(Editor's note: While we're faced with a sports-less world during the coronavirus pandemic, MTN Sports is going to re-publish the original stories from the #MTTop50, which launched in 2016 to profile some of the great boys basketball players in Montana history. The first six weeks of the series separated players by decade, beginning with athletes from 2010-present that first week. Last week, athletes from the 1960s, ‘50s and earlier were profiled. The weeks between featured five players each from the 2000s, 1990s, 1980s and 1970s. Players like Tres Tinkle, who graduated from Missoula Hellgate in 2015 and is currently playing at Oregon State, and Wayne Estes, who starred at Anaconda and Utah State in the 1960s, were not featured in their respective decades. Those players will be profiled in the top 20, regardless of era, which MTN Sports begins ranking today. You can find a full rundown of the 30 players featured the past six weeks by clicking here. Our intention is not to revise history, so we're not going to change the order in which the players were featured. However, some articles will include updates to reflect the latest developments in a player's career. This story was originally published on July 27, 2016.)
Top 20 rankings: No. 20 – Reece Gliko; No. 19 – Brent Wilson. ... No. 1 – Aug. 19.

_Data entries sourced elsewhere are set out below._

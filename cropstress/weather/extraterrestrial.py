"""Shortwave radiation at the top of the air."""

from __future__ import annotations

import numpy as np

SOLAR_CONSTANT = 0.0820  # MJ m-2 min-1; FAO-56, after Eq. 21
MINUTES_PER_DAY = 24.0 * 60.0


def extraterrestrial_radiation(day_of_year: np.ndarray, latitude_degrees: np.ndarray) -> np.ndarray:
    """Compute a day's radiation on a horizontal surface at the top of the air.

    Parameters
    ----------
    day_of_year : array_like
        1 for 1 January [d]; broadcast against the latitude.
    latitude_degrees : array_like
        Latitude, north positive [degree].

    Returns
    -------
    numpy.ndarray of float64
        Radiation [MJ m-2 d-1], never below 0; 0 in the polar night.

    References
    ----------
    FAO-56 (Allen, Pereira, Raes & Smith 1998) Eqs. 21 and 23-25, read. Where the sun does not set or rise,
    the sunset angle is limited to pi or 0.

    Examples
    --------
    FAO-56 Example 8, 3 September at 20 degrees south: 32.2 MJ m-2 d-1.

    >>> round(float(extraterrestrial_radiation(246, -20.0)), 1)
    32.2
    """
    year_angle = 2.0 * np.pi / 365.0 * np.asarray(day_of_year, dtype=np.float64)
    latitude = np.deg2rad(np.asarray(latitude_degrees, dtype=np.float64))
    inverse_distance = 1.0 + 0.033 * np.cos(year_angle)
    declination = 0.409 * np.sin(year_angle - 1.39)
    sunset = np.arccos(np.clip(-np.tan(latitude) * np.tan(declination), -1.0, 1.0))
    height = sunset * np.sin(latitude) * np.sin(declination) + np.cos(latitude) * np.cos(
        declination
    ) * np.sin(sunset)
    return np.maximum(MINUTES_PER_DAY / np.pi * SOLAR_CONSTANT * inverse_distance * height, 0.0)
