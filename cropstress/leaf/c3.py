"""C3 photosynthesis: Farquhar, von Caemmerer & Berry 1980, with intercellular CO2.

`C3State` is what leaf temperature and light make of a leaf before its stomata are known.
"""

from __future__ import annotations

from typing import Any, NamedTuple

from cropstress.compiled import at, inlined
from cropstress.leaf.responses import (
    arrhenius,
    deactivated,
    deactivation_exponent,
    leaf_respiration,
    smaller_root,
    three_inverses,
    useful_light,
)
from cropstress.leaf.stomata import hyperbola, newton_on_hyperbola


class C3State(NamedTuple):
    """Rates [umol m-2 s-1] and constants [umol mol-1] of one C3 leaf at its temperature and light."""

    respiration: float
    carboxylation: float
    effective_michaelis: float
    electron_transport: float
    compensation_point: float
    triose_phosphate: float


@inlined
def c3_state(leaf: Any, around: Any, temperature: float, step: float) -> C3State:
    """Return the state of a leaf of given surroundings at a temperature [degC] and its Arrhenius step [K-1]."""
    michaelis_co2 = leaf.michaelis_co2 * arrhenius(leaf.michaelis_co2_activation, step)
    michaelis_co2 *= leaf.reference_pressure * around.inverse_pressure
    # Kc O / Ko: the two pressure factors cancel.
    oxygen_term = (
        leaf.michaelis_co2
        * leaf.oxygen
        / leaf.michaelis_o2
        * arrhenius(leaf.michaelis_co2_activation - leaf.michaelis_o2_activation, step)
    )
    carboxylation_exponent = deactivation_exponent(
        leaf.carboxylation_deactivation,
        leaf.carboxylation_entropy_intercept + leaf.carboxylation_entropy_slope * around.growth,
    )
    electron_exponent = deactivation_exponent(
        leaf.electron_transport_deactivation,
        leaf.electron_transport_entropy_intercept + leaf.electron_transport_entropy_slope * around.growth,
    )
    triose_exponent = deactivation_exponent(leaf.triose_phosphate_deactivation, leaf.triose_phosphate_entropy)
    carboxylation_kept, electron_kept, triose_kept = three_inverses(
        deactivated(leaf.carboxylation_deactivation, carboxylation_exponent, step),
        deactivated(leaf.electron_transport_deactivation, electron_exponent, step),
        deactivated(leaf.triose_phosphate_deactivation, triose_exponent, step),
    )
    carboxylation = around.carboxylation_25 * arrhenius(leaf.carboxylation_activation, step) * carboxylation_kept
    electrons = around.electron_transport_25 * arrhenius(leaf.electron_transport_activation, step) * electron_kept
    triose_phosphate = leaf.triose_normal * arrhenius(leaf.triose_phosphate_activation, step) * triose_kept
    respiration = leaf_respiration(leaf.respiration_linear, leaf.respiration_quadratic, temperature)
    return C3State(
        around.capacity * leaf.carboxylation_capacity * leaf.respiration_ratio * respiration,
        around.capacity * carboxylation,
        michaelis_co2 + around.oxygenation * oxygen_term,
        smaller_root(leaf.light_curvature, useful_light(leaf, around), around.capacity * electrons),
        around.oxygenation * leaf.compensation_point * arrhenius(leaf.compensation_point_activation, step),
        around.capacity * triose_phosphate,
    )


@inlined
def c3_kept(leaf: Any, space: Any, row: int, i: int, state: C3State) -> None:
    """Write a state into six rows of a workspace."""
    space[at(row, i)] = state.respiration
    space[at(row + 1, i)] = state.carboxylation
    space[at(row + 2, i)] = state.effective_michaelis
    space[at(row + 3, i)] = state.electron_transport
    space[at(row + 4, i)] = state.compensation_point
    space[at(row + 5, i)] = state.triose_phosphate


@inlined
def c3_found(leaf: Any, space: Any, row: int, i: int) -> C3State:
    """Read a state from six rows of a workspace."""
    return C3State(
        space[at(row, i)], space[at(row + 1, i)], space[at(row + 2, i)], space[at(row + 3, i)],
        space[at(row + 4, i)], space[at(row + 5, i)],
    )  # fmt: skip


@inlined
def c3_rates(leaf: Any, state: C3State, co2: float, pressure: float) -> tuple[float, float]:
    """Return both limiting net rates at a given intercellular CO2: Rubisco and electron transport."""
    above = co2 - state.compensation_point
    enzyme = state.carboxylation * above / (co2 + state.effective_michaelis)
    light = state.electron_transport * above / (4.0 * co2 + 8.0 * state.compensation_point)
    return enzyme - state.respiration, light - state.respiration


@inlined
def c3_improved_rates(
    leaf: Any, state: C3State, enzyme: float, light: float, stomata: Any, pressure: float
) -> tuple[float, float]:
    """Return both limiting net rates nearer to where each meets the stomata by itself.

    Two Newton steps each; both demands are hyperbolas in CO2, so that a step takes one division.
    """
    by_enzyme = hyperbola(
        state.carboxylation, state.effective_michaelis, state.compensation_point, state.respiration, stomata
    )
    by_light = hyperbola(
        0.25 * state.electron_transport, 2.0 * state.compensation_point, state.compensation_point,
        state.respiration, stomata,
    )  # fmt: skip
    enzyme = newton_on_hyperbola(by_enzyme, newton_on_hyperbola(by_enzyme, enzyme))
    light = newton_on_hyperbola(by_light, newton_on_hyperbola(by_light, light))
    return enzyme, light


@inlined
def c3_net_rate(leaf: Any, state: C3State, enzyme: float, light: float, co2_at_rest: float) -> float:
    """Return the net rate that follows from the limits, each solved with the stomata by itself.

    Above the compensation point it is the smallest. Below it the smallest carboxylation gives the largest,
    least negative, net rate, and the use of triose phosphate sets no limit. `co2_at_rest` is the intercellular
    CO2 of a leaf that only respires: it lies on the same side of the compensation point as the answer.
    """
    above = min(min(enzyme, light), 3.0 * state.triose_phosphate - state.respiration)
    below = max(enzyme, light)
    return above if co2_at_rest > state.compensation_point else below


@inlined
def c3_carboxylation(
    leaf: Any, state: C3State, co2: float, assimilation: float, pressure: float
) -> tuple[float, float]:
    """Return carboxylation Vc and oxygenation Vo = 2 (compensation point / CO2) Vc."""
    by_enzyme, by_light, by_co2 = three_inverses(
        co2 + state.effective_michaelis, 4.0 * co2 + 8.0 * state.compensation_point, co2
    )
    enzyme = state.carboxylation * co2 * by_enzyme
    light = state.electron_transport * co2 * by_light
    ratio = state.compensation_point * by_co2
    # At or below the compensation point the use of triose phosphate sets no limit.
    triose = 3.0 * state.triose_phosphate / max(1.0 - ratio, 1e-12) if ratio < 1.0 else 1e30
    carboxylation = min(min(enzyme, light), triose)
    return carboxylation, 2.0 * ratio * carboxylation
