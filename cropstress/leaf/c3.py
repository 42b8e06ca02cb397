"""C3 photosynthesis: Farquhar, von Caemmerer & Berry 1980, with intercellular CO2.

`C3State` is what leaf temperature and light make of a leaf before its stomata are known.
"""

from __future__ import annotations

from typing import Any, NamedTuple

from cropstress.compiled import inlined
from cropstress.leaf.responses import (
    arrhenius,
    deactivation_exponent,
    inverse_temperature_step,
    leaf_respiration,
    peaked_arrhenius,
    smaller_root,
)


class C3State(NamedTuple):
    """Rates [umol m-2 s-1] and constants [umol mol-1] of one C3 leaf at its temperature and light."""

    respiration: float
    carboxylation: float
    effective_michaelis: float
    electron_transport: float
    compensation_point: float
    triose_phosphate: float


@inlined
def c3_state(
    leaf: Any,
    temperature: float,
    absorbed_photons: float,
    capacity: float,
    growth_temperature: float,
    normal_carboxylation: float,
    normal_electron_transport: float,
    pressure: float,
    oxygenation: float,
) -> C3State:
    """Return the state of a leaf; `oxygenation` is 1, or 0 for the leaf without it."""
    step = inverse_temperature_step(temperature)
    in_pressure = leaf.reference_pressure / pressure
    michaelis_co2 = leaf.michaelis_co2 * arrhenius(leaf.michaelis_co2_activation, step) * in_pressure
    # Kc O / Ko: the two pressure factors cancel.
    oxygen_term = (
        leaf.michaelis_co2
        * leaf.oxygen
        / leaf.michaelis_o2
        * arrhenius(leaf.michaelis_co2_activation - leaf.michaelis_o2_activation, step)
    )
    carboxylation_exponent = deactivation_exponent(
        leaf.carboxylation_deactivation,
        leaf.carboxylation_entropy_intercept + leaf.carboxylation_entropy_slope * growth_temperature,
    )
    electron_exponent = deactivation_exponent(
        leaf.electron_transport_deactivation,
        leaf.electron_transport_entropy_intercept + leaf.electron_transport_entropy_slope * growth_temperature,
    )
    triose_exponent = deactivation_exponent(leaf.triose_phosphate_deactivation, leaf.triose_phosphate_entropy)
    maximum_electron_transport = (
        capacity
        * normal_electron_transport
        * peaked_arrhenius(
            leaf.electron_transport_activation, leaf.electron_transport_deactivation, electron_exponent, step
        )
    )
    useful_light = 0.5 * (1.0 - leaf.electron_loss_fraction) * absorbed_photons
    return C3State(
        capacity
        * leaf.carboxylation_capacity
        * leaf.respiration_ratio
        * leaf_respiration(leaf.respiration_linear, leaf.respiration_quadratic, temperature),
        capacity
        * normal_carboxylation
        * peaked_arrhenius(
            leaf.carboxylation_activation, leaf.carboxylation_deactivation, carboxylation_exponent, step
        ),
        michaelis_co2 + oxygenation * oxygen_term,
        smaller_root(leaf.light_curvature, useful_light, maximum_electron_transport),
        oxygenation * leaf.compensation_point * arrhenius(leaf.compensation_point_activation, step),
        capacity
        * leaf.triose_normal
        * peaked_arrhenius(
            leaf.triose_phosphate_activation, leaf.triose_phosphate_deactivation, triose_exponent, step
        ),
    )


@inlined
def c3_enzyme_demand(leaf: Any, state: C3State, co2: float, pressure: float) -> tuple[float, float]:
    """Return the Rubisco-limited net rate and its slope with intercellular CO2."""
    inverse = 1.0 / (co2 + state.effective_michaelis)
    gross = state.carboxylation * (co2 - state.compensation_point) * inverse
    slope = state.carboxylation * (state.effective_michaelis + state.compensation_point) * inverse * inverse
    return gross - state.respiration, slope


@inlined
def c3_light_demand(leaf: Any, state: C3State, co2: float, pressure: float) -> tuple[float, float]:
    """Return the net rate limited by electron transport and its slope with intercellular CO2."""
    inverse = 1.0 / (4.0 * co2 + 8.0 * state.compensation_point)
    gross = state.electron_transport * (co2 - state.compensation_point) * inverse
    slope = state.electron_transport * 12.0 * state.compensation_point * inverse * inverse
    return gross - state.respiration, slope


@inlined
def c3_net_rate(leaf: Any, state: C3State, enzyme: float, light: float, co2_at_rest: float) -> float:
    """Return the net rate that follows from the limits, each solved with the stomata by itself.

    Above the compensation point it is the smallest. Below it the smallest carboxylation gives the largest,
    least negative, net rate, and the use of triose phosphate sets no limit. `co2_at_rest` is the intercellular
    CO2 of a leaf that only respires: it lies on the same side of the compensation point as the answer.
    """
    above = min(min(enzyme, light), 3.0 * state.triose_phosphate - state.respiration)
    below = max(enzyme, light)
    return above if co2_at_rest > state.compensation_point else below


@inlined
def c3_carboxylation(leaf: Any, state: C3State, co2: float, assimilation: float, pressure: float) -> tuple[float, float]:
    """Return carboxylation Vc and oxygenation Vo = 2 (compensation point / CO2) Vc."""
    enzyme = state.carboxylation * co2 / (co2 + state.effective_michaelis)
    light = state.electron_transport * co2 / (4.0 * co2 + 8.0 * state.compensation_point)
    ratio = state.compensation_point / co2
    above = max(1.0 - ratio, 1e-12)
    # At or below the compensation point the use of triose phosphate sets no limit.
    triose = 3.0 * state.triose_phosphate / above if ratio < 1.0 else 1e30
    carboxylation = min(min(enzyme, light), triose)
    return carboxylation, 2.0 * ratio * carboxylation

No. 18 – Mike Chavez, Heart Butte/Browning
Few players in Montana’s high school basketball history can match the resume Mike Chavez put together at Heart Butte and Browning. He guided the Warriors to Class C state championships his sophomore and junior seasons in 2000 and 2001 before transferring to Browning for his senior year, where he helped the Indians win the Class A state title in 2002.
Mike Chavez stat sheet
Chavez made an immediate impact on the hardwood, earning all-state honors as a freshman at Heart Butte. It wasn’t until the end of that freshman year and into his sophomore year, though, that Chavez became a household name across the Treasure State. He helped lead Heart Butte to back-to-back Class C state championships, earning State C MVP honors both years. The Warriors met Lame Deer in an undefeated semifinal showdown at the 2000 state tournament in what many consider to be one of the great games in Montana history. Chavez scored 27 points and grabbed 14 rebounds as Heart Butte advanced to the championship. He followed that up with a massive game of 35 points and 19 rebounds in the Warriors’ championship win over Gardiner. As a junior, Chavez averaged 22.5 points (on 67 percent shooting), 7.5 rebounds and two blocks per game in leading Heart Butte to another title (and another tournament MVP award). Chavez transferred to Browning the next year, adding his third state title and tournament MVP to his trophy case. All told, Chavez was a four-time all-state selection, three-time state champion and tournament MVP, Midland Roundtable Montana-Wyoming all-star selection and three-time USA Today Montana Player of the Year (2000, 2001 and 2002).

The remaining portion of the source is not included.